### Assignment
Print nothing but the lines below starting at the line that holds "and level alone.</returns>" and ending at the line that holds "public virtual double?", including both, each exactly as written.

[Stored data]
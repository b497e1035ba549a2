namespace Campaigns.Statistics.Corrections;

/// <summary>The Simes p-values of all tails of a family: of its s largest p-values, for every s.</summary>
/// <remarks>
/// a(s) = min over j of s p(m - s + j) / j. With i = m - s p-values left out, it is s times the least slope from the point (i, 0) to the points (k, p(k)) with k > i. If of two points
/// the further one has the lesser slope from i, it has so from every larger i: so the best k never falls as i grows, and halving finds all in n log n comparisons, each of two exact products.
/// </remarks>
internal static class TailSimes
{
    /// <summary>Fills in the Simes p-values of the tails that hold at least one tested hypothesis.</summary>
    /// <param name="sorted">The p-values at hand, ascending.</param>
    /// <param name="familySize">Size of the family; the rest counts as p = 1, which caps every tail at 1 and otherwise changes none.</param>
    /// <param name="tails">Takes at i the Simes p-value of the family without its i smallest p-values, rounded once; non-increasing in the number of p-values, so non-decreasing in i.</param>
    public static void Fill(ReadOnlySpan<double> sorted, int familySize, Span<double> tails) =>
        Halve(sorted, familySize, tails, 0, sorted.Length - 1, 0, sorted.Length - 1);

    private static void Halve(ReadOnlySpan<double> sorted, int familySize, Span<double> tails, int first, int last, int lowest, int highest)
    {
        while (first <= last)
        {
            int i = first + ((last - first) >> 1);
            int best = Best(sorted, i, Math.Max(i, lowest), highest);
            tails[i] = Math.Min(1, ExactProducts.Quotient(sorted[best], familySize - i, 0, best - i + 1));
            Halve(sorted, familySize, tails, first, i - 1, lowest, best);
            (first, lowest) = (i + 1, best);
        }
    }

    /// <summary>The position, counted from 0, with the least slope p / (position - i + 1).</summary>
    private static int Best(ReadOnlySpan<double> sorted, int i, int from, int to)
    {
        int best = from;
        double bestP = sorted[from];
        double bestDistance = from - i + 1;
        for (int k = from + 1; k <= to; k++)
        {
            double distance = k - i + 1;
            if (ExactProducts.IsLess(sorted[k], bestDistance, bestP, distance))
            {
                (best, bestP, bestDistance) = (k, sorted[k], distance);
            }
        }

        return best;
    }
}
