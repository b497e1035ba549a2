namespace Campaigns.Statistics.Corrections;

/// <summary>Every batch correction that the program offers, in the order in which people see them.</summary>
public static class CorrectionRegistry
{
    /// <summary>The corrections, from none to the strictest demand on dependence.</summary>
    public static IReadOnlyList<Correction> All { get; } = [];

    /// <summary>The correction with a key, or null.</summary>
    /// <param name="key">Exact, lower case.</param>
    public static Correction? Find(string key) => All.FirstOrDefault(c => c.Key == key);
}
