namespace Campaigns.Statistics.Corrections;

/// <summary>The Benjamini-Hochberg step-up correction for the false discovery rate.</summary>
/// <remarks>The adjusted p-value of rank k is the smallest m p(j) / j over j &gt;= k, at most 1; each quotient is rounded once.</remarks>
public sealed class BenjaminiHochberg : Correction
{
    /// <inheritdoc/>
    public override string Key => "bh";

    /// <inheritdoc/>
    public override string Name => "Benjamini-Hochberg";

    /// <inheritdoc/>
    public override ErrorRate Controls => ErrorRate.FalseDiscovery;

    /// <inheritdoc/>
    public override Dependence ValidUnder => Dependence.PositiveRegression;

    /// <inheritdoc/>
    public override string Guarantee => "The expected share of false survivors among all survivors is at most the level if the experiments are independent or positively dependent.";

    /// <inheritdoc/>
    public override string Source => "Y. Benjamini and Y. Hochberg (1995), Journal of the Royal Statistical Society B 57:289-300; positive dependence: Y. Benjamini and D. Yekutieli (2001), Annals of Statistics 29:1165-1188";

    /// <inheritdoc/>
    public override double? BoundaryAt(int rank, int familySize, double level) => level * rank / familySize;

    /// <inheritdoc/>
    protected override void AdjustSorted(ReadOnlySpan<double> sorted, int familySize, Span<double> adjusted)
    {
        for (int k = 0; k < sorted.Length; k++)
        {
            adjusted[k] = ExactProducts.Quotient(sorted[k], familySize, 0, k + 1);
        }

        Steps.Up(adjusted);
    }
}
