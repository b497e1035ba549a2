namespace Campaigns.Statistics.Corrections;

/// <summary>Holm's step-down correction, never weaker than Bonferroni's.</summary>
/// <remarks>With p(1) &lt;= p(2) &lt;= ..., the adjusted p-value of rank k is the largest (m - j + 1) p(j) over j &lt;= k; each product is rounded once.</remarks>
public sealed class Holm : Correction
{
    /// <inheritdoc/>
    public override string Key => "holm";

    /// <inheritdoc/>
    public override string Name => "Holm";

    /// <inheritdoc/>
    public override ErrorRate Controls => ErrorRate.Familywise;

    /// <inheritdoc/>
    public override Dependence ValidUnder => Dependence.Any;

    /// <inheritdoc/>
    public override string Guarantee => "The probability of at least one false survivor is at most the level, whatever the dependence between experiments.";

    /// <inheritdoc/>
    public override string Source => "S. Holm (1979), Scandinavian Journal of Statistics 6:65-70";

    /// <inheritdoc/>
    public override double? BoundaryAt(int rank, int familySize, double level) => level / (familySize - rank + 1);

    /// <inheritdoc/>
    protected override void AdjustSorted(ReadOnlySpan<double> sorted, int familySize, Span<double> adjusted)
    {
        for (int k = 0; k < sorted.Length; k++)
        {
            adjusted[k] = (familySize - k) * sorted[k];
        }

        Steps.Down(adjusted);
    }
}
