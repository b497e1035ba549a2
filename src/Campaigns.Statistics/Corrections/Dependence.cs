namespace Campaigns.Statistics.Corrections;

/// <summary>A condition on the joint law of the p-values, from the weakest demand to the strongest.</summary>
public enum Dependence
{
    /// <summary>Any joint law.</summary>
    Any,

    /// <summary>The p-values of true nulls satisfy Sidak's inequality: P(all above c) is at least the product; holds under independence and for two-sided normal tests of any correlation.</summary>
    Sidak,

    /// <summary>Simes' inequality holds for the true nulls; holds under independence and positive regression dependence.</summary>
    Simes,

    /// <summary>Positive regression dependence on the subset of true nulls; independence is a special case.</summary>
    PositiveRegression,

    /// <summary>Independent p-values.</summary>
    Independent,

    /// <summary>Independent p-values whose true nulls are uniformly conservative: P(p at most u tau, given p at most tau) is at most u for all u and tau; exactly uniform p-values are.</summary>
    IndependentConservative,
}
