using System.Buffers;
using Campaigns.Statistics.Probability;

namespace Campaigns.Statistics.Corrections;

/// <summary>A batch correction for many tests: one sealed class in one file, and one line in <see cref="CorrectionRegistry"/>.</summary>
/// <remarks>
/// A correction only gives adjusted p-values; whether a hypothesis is rejected is decided in one place, <see cref="SignificanceLevel.Rejects"/>.
/// A subclass writes <see cref="AdjustSorted"/> alone: sorting, the planned but untested rest of the family, tails below the range of doubles and the order of the input are dealt with once, here.
/// </remarks>
public abstract class Correction : ErrorProcedure
{
    /// <summary>Whether the procedure uses the weights of a family. Without them all hypotheses weigh 1, and it is its unweighted counterpart.</summary>
    public virtual bool NeedsWeights => false;

    /// <summary>Whether an adjusted p-value may lie below its p-value, so that a p-value above the level can survive: where the procedure estimates how many nulls are true, or weighs.</summary>
    public virtual bool MayGoBelowP => false;

    /// <summary>
    /// Whether an experiment's own p-value, as long as it is rejected, cannot change how many are: then selection by this procedure is a "simple" rule in the sense of Benjamini and Bogomolov (2014),
    /// Journal of the Royal Statistical Society B 76:297-318, as selection by any step-up or step-down procedure is.
    /// </summary>
    public virtual bool IsSimpleSelection => true;

    /// <summary>Adjusted p-values of a family, logarithms included, in the order in which the family's p-values were given.</summary>
    /// <param name="family">The p-values at hand with the size of the family they belong to.</param>
    /// <returns>One adjusted p-value for each p-value given; equal p-values get equal ones, smaller ones never larger ones. Only p = 0 gives 0.</returns>
    public PValue[] Adjust(RankedFamily family)
    {
        RankedFamily ranked = RanksOf(family);
        double[] values = ArrayPool<double>.Shared.Rent(ranked.Count);
        double[] tailLogs = new double[ranked.TailCount];
        AdjustRanked(ranked, values.AsSpan(0, ranked.Count), tailLogs);
        var adjusted = new PValue[ranked.Count];
        ReadOnlySpan<int> order = ranked.Order;
        for (int rank = 0; rank < order.Length; rank++)
        {
            double value = values[rank];
            adjusted[order[rank]] =
                rank < tailLogs.Length && value < RankedFamily.TailBound ? PValue.FromValueAndLog(value, tailLogs[rank])
                : value == ranked.Sorted[rank] ? PValue.FromValueAndLog(value, ranked.Log(rank))
                : PValue.FromValue(value);
        }

        ArrayPool<double>.Shared.Return(values);
        return adjusted;
    }

    /// <summary>Adjusted p-values as doubles, in the order in which the family's p-values were given.</summary>
    /// <param name="family">The p-values at hand with the size of the family they belong to.</param>
    /// <param name="adjusted">Takes one adjusted p-value for each p-value given; 0 only for p = 0 and below the range of doubles.</param>
    /// <exception cref="ArgumentException">The memory to fill is not as long as the p-values are many.</exception>
    public void Adjust(RankedFamily family, Span<double> adjusted)
    {
        if (adjusted.Length != family.Count)
        {
            throw new ArgumentException(
                FormattableString.Invariant($"Memory for {adjusted.Length} adjusted p-values was given for a family with {family.Count} p-values."),
                nameof(adjusted));
        }

        RankedFamily ranked = RanksOf(family);
        double[] values = ArrayPool<double>.Shared.Rent(ranked.Count);
        AdjustRanked(ranked, values.AsSpan(0, ranked.Count), new double[ranked.TailCount]);
        ReadOnlySpan<int> order = ranked.Order;
        for (int rank = 0; rank < order.Length; rank++)
        {
            adjusted[order[rank]] = values[rank];
        }

        ArrayPool<double>.Shared.Return(values);
    }

    /// <summary>The p-value up to which the procedure compares the hypothesis of a rank with its level, for pictures; decisions come from <see cref="Adjust(RankedFamily)"/> alone.</summary>
    /// <param name="rank">Rank of the p-value in its family, from 1.</param>
    /// <param name="familySize">Size of the family, at least <paramref name="rank"/>.</param>
    /// <param name="level">The level, in (0, 1).</param>
    /// <returns>The boundary, in (0, 1]; null where the procedure has none that depends on rank, family size and level alone.</returns>
    public virtual double? BoundaryAt(int rank, int familySize, double level) => null;

    /// <summary>The procedure itself, on ascending p-values.</summary>
    /// <param name="sorted">The p-values at hand, ascending, in [0, 1].</param>
    /// <param name="familySize">Size of the family, at least the number of p-values; the rest counts as p = 1.</param>
    /// <param name="adjusted">Takes the adjusted p-values, ascending; values above 1 are cut to 1 afterwards.</param>
    protected abstract void AdjustSorted(ReadOnlySpan<double> sorted, int familySize, Span<double> adjusted);

    /// <summary>The ranks that the procedure goes by.</summary>
    private protected virtual RankedFamily RanksOf(RankedFamily family) => family;

    /// <summary>The procedure as it runs on rescaled tails, where p-values that are not far down act as 1.</summary>
    private protected virtual FarTail.Procedure InTail(RankedFamily family) => AdjustSorted;

    /// <summary>Adjusted p-values by rank, and the logarithms of the family's tail.</summary>
    private protected virtual void AdjustRanked(RankedFamily family, Span<double> values, Span<double> tailLogs)
    {
        AdjustSorted(family.Sorted, family.FamilySize, values);
        foreach (ref double value in values)
        {
            value = Math.Min(value, 1);
        }

        if (tailLogs.Length > 0)
        {
            FarTail.Logs(family, InTail(family), tailLogs);
            FarTail.Restore(values, tailLogs);
        }
    }
}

### Reply
    /// <returns>The boundary, in (0, 1]; null where the procedure has none that depends on rank, family size and level alone.</returns>
    public virtual double? BoundaryAt(int rank, int familySize, double level) => null;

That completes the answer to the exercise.